(Extracted records)
###

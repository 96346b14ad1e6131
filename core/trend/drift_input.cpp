// SPDX-License-Identifier: GPL-3.0-or-later
#include "core/trend/drift_input.h"

#include "core/trend/drift_catalogue.h"
#include "core/trend/flag_notes.h"
#include "core/trend/limits_ahead.h"
#include "core/trend/robust.h"
#include "core/trend/work_marks.h"

#include <algorithm>
#include <cmath>
#include <set>
#include <utility>

namespace evenstroke {
namespace {

bool is_percent(const drift::CatalogueChannel& channel) { return channel.form == drift::DeviationForm::percent; }

drift::Cell make_cell(const Value& typed, const JudgedValue& value, const OwnValue& own, const DeviationForm& form)
{
    drift::Cell cell;
    cell.present = std::isfinite(value.raw);
    cell.deviation = form.of(value.raw);
    cell.scale = form.scale * own.scale;
    cell.typed_number = *typed.number;
    cell.typed_text = typed.typed;
    cell.confirmed = typed.confirmed;
    cell.held_out = own.outside_hard && !typed.confirmed;
    return cell;
}

/// Median over the cylinders of the corrected values of one quantity at one reading.
std::optional<double> corrected_median(const Engine& engine, const PreparedReading& prepared, QuantityId id)
{
    std::vector<double> row;
    for (const JudgedValue& value : prepared.values) {
        if (value.quantity != id || value.place.kind != Place::Kind::cylinder)
            continue;
        const Correction c = find_correction(engine, quantity(id), value.raw, prepared.conditions);
        row.push_back(c.scale * value.raw + c.shift);
    }
    return drift::median(std::move(row));
}

class InputMaker
{
public:
    InputMaker(const EngineRecord& record, const Baseline& baseline, const std::vector<PreparedReading>& prepared)
        : record_(record), baseline_(baseline), prepared_(prepared)
    {
        cylinders_ = static_cast<std::size_t>(record.engine.cylinders);
    }

    drift::Channel cylinder_channel(const drift::CatalogueChannel& from, QuantityId id) const
    {
        drift::Channel channel;
        channel.quantity = from.quantity;
        channel.noise = from.noise;
        channel.offset_spread = from.offset_spread;
        channel.marks = customary_marks(record_.engine, baseline_, from);
        if (const auto* median = drift::find_channel(from.quantity, drift::Subject::cylinder_median))
            channel.median_marks = customary_marks(record_.engine, baseline_, *median);
        channel.cells.resize(prepared_.size() * cylinders_);
        channel.expected_typed.resize(prepared_.size());
        for (std::size_t i = 0; i < prepared_.size(); ++i) {
            const auto row_median = is_percent(from) && !baseline_.has(from.quantity)
                                        ? corrected_median(record_.engine, prepared_[i], id)
                                        : std::nullopt;
            std::set<std::pair<UnitId, PressureKind>> units;
            for (const JudgedValue& value : prepared_[i].values)
                if (value.quantity == id && value.place.kind == Place::Kind::cylinder) {
                    put(channel, i, value, is_percent(from), row_median);
                    const Value& typed = record_.readings[i].values[value.value_index];
                    units.emplace(typed.unit, typed.kind);
                }
            if (units.size() > 1) // no one unit in which the whole row could have been meant
                channel.expected_typed[i].reset();
        }
        return channel;
    }

    /// Worked out of values that are checked where they were typed.
    drift::Channel derived_cylinder_channel(const drift::CatalogueChannel& from, const DerivedQuantity& quantity) const
    {
        drift::Channel channel;
        channel.quantity = from.quantity;
        channel.noise = from.noise;
        channel.offset_spread = from.offset_spread;
        channel.in_scan = from.evidence;
        channel.checked = false;
        channel.cells.resize(prepared_.size() * cylinders_);
        for (std::size_t i = 0; i < prepared_.size(); ++i)
            for (const DerivedValue& row : prepared_[i].derived)
                if (row.id == quantity.id && row.place.kind == Place::Kind::cylinder)
                    channel.cells[i * cylinders_ + static_cast<std::size_t>(row.place.number) - 1] = derived_cell(from, row);
        return channel;
    }

    drift::EngineChannel engine_channel(const drift::CatalogueChannel& from) const
    {
        drift::EngineChannel channel;
        channel.in_scan = from.evidence;
        channel.quantity = from.quantity;
        channel.typed_quantity = from.typed_quantity;
        channel.noise = from.noise;
        channel.cells.resize(prepared_.size());
        channel.marks = customary_marks(record_.engine, baseline_, from);
        const auto id = find_quantity(from.quantity);
        for (std::size_t i = 0; i < prepared_.size(); ++i) {
            channel.cells[i] = engine_cell(from, i);
            if (const auto form = id && channel.cells[i].present && baseline_.has(from.quantity)
                                      ? deviation_form(record_.engine, baseline_, quantity(*id), 0.0,
                                                       prepared_[i].conditions, is_percent(from), std::nullopt)
                                      : std::nullopt)
                add_own_marks(channel.marks, record_.engine, from.quantity, i, prepared_.size(), *form);
        }
        return channel;
    }

private:
    void put(drift::Channel& channel, std::size_t reading, const JudgedValue& value, bool percent,
             std::optional<double> row_median) const
    {
        const PreparedReading& prepared = prepared_[reading];
        const Value& typed = record_.readings[reading].values[value.value_index];
        const auto own = own_value(typed, prepared.conditions);
        const auto form = deviation_form(record_.engine, baseline_, quantity(value.quantity), value.raw,
                                         prepared.conditions, percent, row_median);
        if (!own || !form)
            return;
        const std::size_t cylinder = static_cast<std::size_t>(value.place.number) - 1;
        channel.cells[reading * cylinders_ + cylinder] = make_cell(typed, value, *own, *form);
        add_own_marks(channel.marks, record_.engine, channel.quantity, reading, prepared_.size(), *form);
        if (value.expected && own->scale != 0.0) // own = scale * typed + shift
            channel.expected_typed[reading] = *typed.number + (*value.expected - own->value) / own->scale;
    }

    /// The one value of the engine, or the mean over turbochargers or coolers.
    drift::Cell engine_cell(const drift::CatalogueChannel& from, std::size_t reading) const
    {
        if (from.quantity == "specific_fuel_consumption")
            return consumption_cell(reading);
        if (from.quantity == "cooler_temperature_difference")
            return temperature_difference_cell(reading);
        if (find_derived(from.quantity)) {
            for (const DerivedValue& row : prepared_[reading].derived)
                if (row.quantity == from.quantity && row.place == Place::engine())
                    return derived_cell(from, row);
            return {};
        }
        if (!baseline_.has(from.quantity))
            return {};
        return mean_cell(from.quantity, reading, [&](const Quantity& q, double own) {
            return deviation_form(record_.engine, baseline_, q, own, prepared_[reading].conditions, is_percent(from),
                                  std::nullopt);
        });
    }

    template <typename Form>
    drift::Cell mean_cell(std::string_view name, std::size_t reading, const Form& form_of) const
    {
        drift::Cell mean;
        int count = 0;
        for (const JudgedValue& value : prepared_[reading].values) {
            const Quantity& q = quantity(value.quantity);
            if (q.name != name || value.place.kind == Place::Kind::cylinder || value.place.kind == Place::Kind::ship)
                continue;
            const Value& typed = record_.readings[reading].values[value.value_index];
            const auto own = own_value(typed, prepared_[reading].conditions);
            const auto form = form_of(q, value.raw);
            if (!own || !form)
                continue;
            const drift::Cell cell = make_cell(typed, value, *own, *form);
            if (value.place.kind == Place::Kind::engine)
                return cell;
            if (count > 0 && cell.held_out && !mean.held_out)
                continue; // an impossible one of several: the others stand for it
            if (mean.held_out && !cell.held_out)
                count = 0;
            ++count;
            mean = count == 1 ? cell : merged(mean, cell, count);
        }
        return mean;
    }

    /// Several parallel values: their mean; there is no one text in which a digit could be exchanged.
    static drift::Cell merged(drift::Cell mean, const drift::Cell& next, int count)
    {
        mean.deviation += (next.deviation - mean.deviation) / count;
        mean.typed_number += (next.typed_number - mean.typed_number) / count;
        mean.typed_text.clear();
        mean.confirmed = mean.confirmed && next.confirmed;
        mean.held_out = mean.held_out || next.held_out;
        return mean;
    }

    /// Nobody typed it: there is no text to look for a slip in. Where the baseline speaks of it and does not reach,
    /// it is left out.
    drift::Cell derived_cell(const drift::CatalogueChannel& from, const DerivedValue& row) const
    {
        const std::optional<double> compared = row.compared;
        drift::Cell cell;
        if (!compared || !std::isfinite(*compared) || (!row.expected && (is_percent(from) || baseline_.has(from.quantity))))
            return cell;
        cell.present = true;
        cell.deviation = *compared - row.expected.value_or(0.0);
        if (is_percent(from))
            cell.deviation *= 100.0 / *row.expected;
        cell.typed_number = *compared;
        cell.scale = 1.0;
        cell.confirmed = true;
        return cell;
    }

    /// A derived quantity of the engine, whether the reading is judged or a draft.
    std::optional<DerivedValue> derived_of_engine(std::string_view name, std::size_t reading) const
    {
        for (const DerivedValue& row : prepared_[reading].derived)
            if (row.quantity == name && row.place == Place::engine())
                return row;
        if (!prepared_[reading].derived.empty())
            return std::nullopt;
        const DerivedReading of(record_.engine, baseline_, record_.readings[reading], prepared_[reading].conditions);
        DerivedInputs inputs(of);
        return derive_one(inputs, *find_derived(name), Place::engine());
    }

    drift::Cell temperature_difference_cell(std::size_t reading) const
    {
        const auto over = derived_of_engine("cooler_temperature_difference", reading);
        const auto air = engine_mean(record_.readings[reading], "scavenge_temperature", prepared_[reading].conditions);
        if (!over || !air)
            return {};
        return mean_cell("scavenge_temperature", reading, [&](const Quantity&, double) {
            return std::optional<DeviationForm>({1.0, over->value - *air});
        });
    }

    drift::Cell consumption_cell(std::size_t reading) const
    {
        const auto row = derived_of_engine("specific_fuel_consumption", reading);
        const auto fuel = engine_mean(record_.readings[reading], "fuel_consumption", prepared_[reading].conditions);
        const auto compared = row ? row->compared : std::nullopt;
        if (!compared || !row->expected || !fuel || !(*fuel > 0.0))
            return {};
        return mean_cell("fuel_consumption", reading, [&](const Quantity&, double) {
            return std::optional<DeviationForm>({*compared / *fuel, -*row->expected});
        });
    }

    const EngineRecord& record_;
    const Baseline& baseline_;
    const std::vector<PreparedReading>& prepared_;
    std::size_t cylinders_ = 0;
};

/// Whether any reading has a value of the quantity at a cylinder.
bool ever_read(const std::vector<PreparedReading>& prepared, QuantityId id)
{
    return std::any_of(prepared.begin(), prepared.end(), [&](const PreparedReading& p) {
        return std::any_of(p.values.begin(), p.values.end(), [&](const JudgedValue& v) { return v.quantity == id; });
    });
}

bool any_present(const drift::EngineChannel& channel)
{
    return std::any_of(channel.cells.begin(), channel.cells.end(), [](const drift::Cell& c) { return c.present; });
}

} // namespace

double months_of(TimePoint time)
{
    return static_cast<double>(time.time_since_epoch().count()) / 86400.0 / days_in_month;
}

std::optional<DeviationForm> deviation_form(const Engine& engine, const Baseline& baseline, const Quantity& q,
                                            double own, const Conditions& conditions, bool percent,
                                            std::optional<double> row_median)
{
    const Correction c = find_correction(engine, q, own, conditions);
    std::optional<double> expected;
    if (const BaselineCurve* curve = baseline.curve(conditions.mode, q.name); curve && conditions.load_percent)
        expected = curve->at(*conditions.load_percent);
    if (!expected && baseline.has(q.name))
        return std::nullopt;
    const std::optional<double> whole = expected ? expected : row_median;
    if (!percent)
        return DeviationForm{c.scale, c.shift - expected.value_or(0.0)};
    if (!whole || !(std::abs(*whole) > 0.0))
        return std::nullopt;
    return DeviationForm{100.0 * c.scale / *whole, 100.0 * (c.shift / *whole - 1.0)};
}

drift::Input make_drift_input(const EngineRecord& record, const Baseline& baseline,
                              const std::vector<PreparedReading>& prepared, const std::vector<char>& unsteady)
{
    drift::Input input;
    input.cylinders = static_cast<std::size_t>(record.engine.cylinders);
    for (std::size_t i = 0; i < prepared.size(); ++i) {
        input.months.push_back(months_of(record.readings[i].taken_at.utc));
        input.load_percent.push_back(prepared[i].conditions.load_percent);
        input.excluded.push_back(unsteady[i] || prepared[i].outside_baseline ? 1 : 0);
    }
    const InputMaker maker(record, baseline, prepared);
    for (const drift::CatalogueChannel& channel : drift::channel_catalogue()) {
        if (channel.subject == drift::Subject::cylinder) {
            const auto id = find_quantity(channel.quantity, Place::Kind::cylinder);
            if (id && ever_read(prepared, *id)) {
                input.channels.push_back(maker.cylinder_channel(channel, *id));
            } else if (const DerivedQuantity* derived = id ? nullptr : find_derived(channel.quantity)) {
                drift::Channel made = maker.derived_cylinder_channel(channel, *derived);
                if (std::any_of(made.cells.begin(), made.cells.end(), [](const drift::Cell& c) { return c.present; }))
                    input.channels.push_back(std::move(made));
            }
        } else if (channel.subject == drift::Subject::engine) {
            drift::EngineChannel made = maker.engine_channel(channel);
            if (any_present(made))
                input.engine_channels.push_back(std::move(made));
        }
    }
    mark_recorded_work(record, input);
    input.answers = answers_from_notes(record);
    return input;
}

} // namespace evenstroke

###

_Work request:_ From the entries above, return exactly the line containing "turbochargers or coolers.", the line containing "const drift::Cell cell", and all lines between, and nothing else.

_Reply to the task:_
    /// The one value of the engine, or the mean over turbochargers or coolers.
    drift::Cell engine_cell(const drift::CatalogueChannel& from, std::size_t reading) const
    {
        if (from.quantity == "specific_fuel_consumption")
            return consumption_cell(reading);
        if (from.quantity == "cooler_temperature_difference")
            return temperature_difference_cell(reading);
        if (find_derived(from.quantity)) {
            for (const DerivedValue& row : prepared_[reading].derived)
                if (row.quantity == from.quantity && row.place == Place::engine())
                    return derived_cell(from, row);
            return {};
        }
        if (!baseline_.has(from.quantity))
            return {};
        return mean_cell(from.quantity, reading, [&](const Quantity& q, double own) {
            return deviation_form(record_.engine, baseline_, q, own, prepared_[reading].conditions, is_percent(from),
                                  std::nullopt);
        });
    }

    template <typename Form>
    drift::Cell mean_cell(std::string_view name, std::size_t reading, const Form& form_of) const
    {
        drift::Cell mean;
        int count = 0;
        for (const JudgedValue& value : prepared_[reading].values) {
            const Quantity& q = quantity(value.quantity);
            if (q.name != name || value.place.kind == Place::Kind::cylinder || value.place.kind == Place::Kind::ship)
                continue;
            const Value& typed = record_.readings[reading].values[value.value_index];
            const auto own = own_value(typed, prepared_[reading].conditions);
            const auto form = form_of(q, value.raw);
            if (!own || !form)
                continue;
            const drift::Cell cell = make_cell(typed, value, *own, *form);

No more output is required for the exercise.